**What to produce**
Filter the listing below, keeping every line that holds "CycleSearchOptions".

**Supplied entries**

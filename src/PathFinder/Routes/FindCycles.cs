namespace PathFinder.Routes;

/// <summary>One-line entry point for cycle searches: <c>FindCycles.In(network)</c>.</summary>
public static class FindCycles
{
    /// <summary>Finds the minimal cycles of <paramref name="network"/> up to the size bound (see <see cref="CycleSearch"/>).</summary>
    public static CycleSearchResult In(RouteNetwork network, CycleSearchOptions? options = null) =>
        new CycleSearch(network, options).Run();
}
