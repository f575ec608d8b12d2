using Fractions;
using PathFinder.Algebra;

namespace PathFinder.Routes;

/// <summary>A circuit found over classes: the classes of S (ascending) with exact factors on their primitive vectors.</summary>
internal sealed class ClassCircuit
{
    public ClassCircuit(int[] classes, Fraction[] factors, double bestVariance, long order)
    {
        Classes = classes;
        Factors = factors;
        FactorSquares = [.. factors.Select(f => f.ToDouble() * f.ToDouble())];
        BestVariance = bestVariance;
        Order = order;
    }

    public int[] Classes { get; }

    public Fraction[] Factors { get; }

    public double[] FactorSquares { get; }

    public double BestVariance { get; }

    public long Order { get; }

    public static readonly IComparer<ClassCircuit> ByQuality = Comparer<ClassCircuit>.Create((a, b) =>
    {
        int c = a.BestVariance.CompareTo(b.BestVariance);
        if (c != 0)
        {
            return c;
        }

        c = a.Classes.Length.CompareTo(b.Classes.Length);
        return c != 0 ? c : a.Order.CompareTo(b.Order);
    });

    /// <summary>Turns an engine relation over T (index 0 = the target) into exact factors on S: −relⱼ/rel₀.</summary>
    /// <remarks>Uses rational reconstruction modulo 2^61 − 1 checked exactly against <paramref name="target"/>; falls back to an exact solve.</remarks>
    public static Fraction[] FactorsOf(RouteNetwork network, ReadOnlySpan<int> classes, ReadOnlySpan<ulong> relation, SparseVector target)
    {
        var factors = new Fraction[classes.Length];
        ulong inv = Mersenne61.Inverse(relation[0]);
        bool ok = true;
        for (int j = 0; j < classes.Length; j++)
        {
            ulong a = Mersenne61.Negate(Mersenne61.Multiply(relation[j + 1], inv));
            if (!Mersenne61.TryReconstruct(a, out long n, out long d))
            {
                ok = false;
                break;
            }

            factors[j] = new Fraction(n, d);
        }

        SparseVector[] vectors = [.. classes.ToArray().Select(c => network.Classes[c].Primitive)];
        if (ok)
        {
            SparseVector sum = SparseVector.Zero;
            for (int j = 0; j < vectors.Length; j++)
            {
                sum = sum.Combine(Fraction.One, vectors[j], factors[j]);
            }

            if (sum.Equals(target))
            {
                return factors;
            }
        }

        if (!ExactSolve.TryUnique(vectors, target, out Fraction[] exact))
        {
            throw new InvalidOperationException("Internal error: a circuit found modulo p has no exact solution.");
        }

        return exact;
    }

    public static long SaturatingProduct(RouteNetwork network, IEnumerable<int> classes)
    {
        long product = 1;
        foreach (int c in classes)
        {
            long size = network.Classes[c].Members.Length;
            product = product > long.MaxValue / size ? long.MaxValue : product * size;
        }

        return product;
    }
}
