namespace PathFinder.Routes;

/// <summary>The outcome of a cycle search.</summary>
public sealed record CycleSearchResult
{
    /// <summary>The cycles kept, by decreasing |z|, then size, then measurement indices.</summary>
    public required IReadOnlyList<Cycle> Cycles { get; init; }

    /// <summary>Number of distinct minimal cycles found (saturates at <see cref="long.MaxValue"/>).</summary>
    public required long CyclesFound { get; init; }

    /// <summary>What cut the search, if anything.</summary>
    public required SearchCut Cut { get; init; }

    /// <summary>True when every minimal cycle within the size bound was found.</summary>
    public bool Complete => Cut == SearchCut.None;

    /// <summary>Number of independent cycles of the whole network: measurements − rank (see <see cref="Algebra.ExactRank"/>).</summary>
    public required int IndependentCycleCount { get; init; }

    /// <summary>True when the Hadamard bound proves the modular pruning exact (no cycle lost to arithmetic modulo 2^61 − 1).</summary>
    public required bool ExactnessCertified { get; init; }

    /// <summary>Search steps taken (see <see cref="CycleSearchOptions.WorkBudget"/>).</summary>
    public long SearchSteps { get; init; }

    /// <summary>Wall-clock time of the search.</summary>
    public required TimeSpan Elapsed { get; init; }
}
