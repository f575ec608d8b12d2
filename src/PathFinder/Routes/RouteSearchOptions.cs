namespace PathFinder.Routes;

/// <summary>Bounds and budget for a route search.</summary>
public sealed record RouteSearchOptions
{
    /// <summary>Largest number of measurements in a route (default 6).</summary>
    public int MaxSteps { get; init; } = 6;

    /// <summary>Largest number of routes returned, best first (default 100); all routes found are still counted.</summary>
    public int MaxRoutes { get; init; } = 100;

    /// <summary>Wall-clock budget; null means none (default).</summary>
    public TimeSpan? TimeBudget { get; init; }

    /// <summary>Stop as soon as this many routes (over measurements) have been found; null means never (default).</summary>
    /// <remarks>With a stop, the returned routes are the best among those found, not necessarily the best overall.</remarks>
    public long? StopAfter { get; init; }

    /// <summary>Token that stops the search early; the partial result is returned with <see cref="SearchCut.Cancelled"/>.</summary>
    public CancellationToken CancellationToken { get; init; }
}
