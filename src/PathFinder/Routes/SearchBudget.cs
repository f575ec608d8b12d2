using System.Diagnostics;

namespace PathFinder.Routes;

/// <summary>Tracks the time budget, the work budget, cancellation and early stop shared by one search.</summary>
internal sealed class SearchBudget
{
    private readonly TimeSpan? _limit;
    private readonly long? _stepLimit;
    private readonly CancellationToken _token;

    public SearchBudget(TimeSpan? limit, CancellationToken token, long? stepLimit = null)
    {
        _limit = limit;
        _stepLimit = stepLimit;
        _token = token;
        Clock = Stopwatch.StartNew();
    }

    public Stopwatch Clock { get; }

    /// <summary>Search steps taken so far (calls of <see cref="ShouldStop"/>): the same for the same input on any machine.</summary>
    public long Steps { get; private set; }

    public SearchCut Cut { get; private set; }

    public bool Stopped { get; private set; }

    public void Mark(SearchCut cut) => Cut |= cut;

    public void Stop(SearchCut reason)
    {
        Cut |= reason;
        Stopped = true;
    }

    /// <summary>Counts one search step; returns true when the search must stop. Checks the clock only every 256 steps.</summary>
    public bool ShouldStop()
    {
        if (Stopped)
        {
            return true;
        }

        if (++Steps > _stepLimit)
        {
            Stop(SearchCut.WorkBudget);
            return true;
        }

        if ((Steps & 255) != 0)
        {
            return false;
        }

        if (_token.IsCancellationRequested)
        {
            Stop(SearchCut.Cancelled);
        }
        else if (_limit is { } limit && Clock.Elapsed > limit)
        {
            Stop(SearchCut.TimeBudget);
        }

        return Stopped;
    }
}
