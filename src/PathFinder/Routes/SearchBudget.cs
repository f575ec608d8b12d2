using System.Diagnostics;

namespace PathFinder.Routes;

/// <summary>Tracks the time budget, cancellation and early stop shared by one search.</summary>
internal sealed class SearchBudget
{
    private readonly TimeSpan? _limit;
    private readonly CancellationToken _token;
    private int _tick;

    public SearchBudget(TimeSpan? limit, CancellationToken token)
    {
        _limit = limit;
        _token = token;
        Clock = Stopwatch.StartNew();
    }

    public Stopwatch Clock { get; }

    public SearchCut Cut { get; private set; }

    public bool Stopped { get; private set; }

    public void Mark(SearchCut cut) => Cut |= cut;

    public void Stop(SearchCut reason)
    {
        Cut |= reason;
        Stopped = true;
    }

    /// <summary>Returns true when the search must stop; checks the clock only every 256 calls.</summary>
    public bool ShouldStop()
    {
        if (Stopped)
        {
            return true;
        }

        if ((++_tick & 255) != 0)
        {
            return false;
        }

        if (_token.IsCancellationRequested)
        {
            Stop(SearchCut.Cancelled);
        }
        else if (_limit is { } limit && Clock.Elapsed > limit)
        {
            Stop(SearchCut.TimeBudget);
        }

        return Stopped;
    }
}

**Result of this task**
    public static CycleSearchResult In(RouteNetwork network, CycleSearchOptions? options = null) =>
    /// <summary>Search steps taken (see <see cref="CycleSearchOptions.WorkBudget"/>).</summary>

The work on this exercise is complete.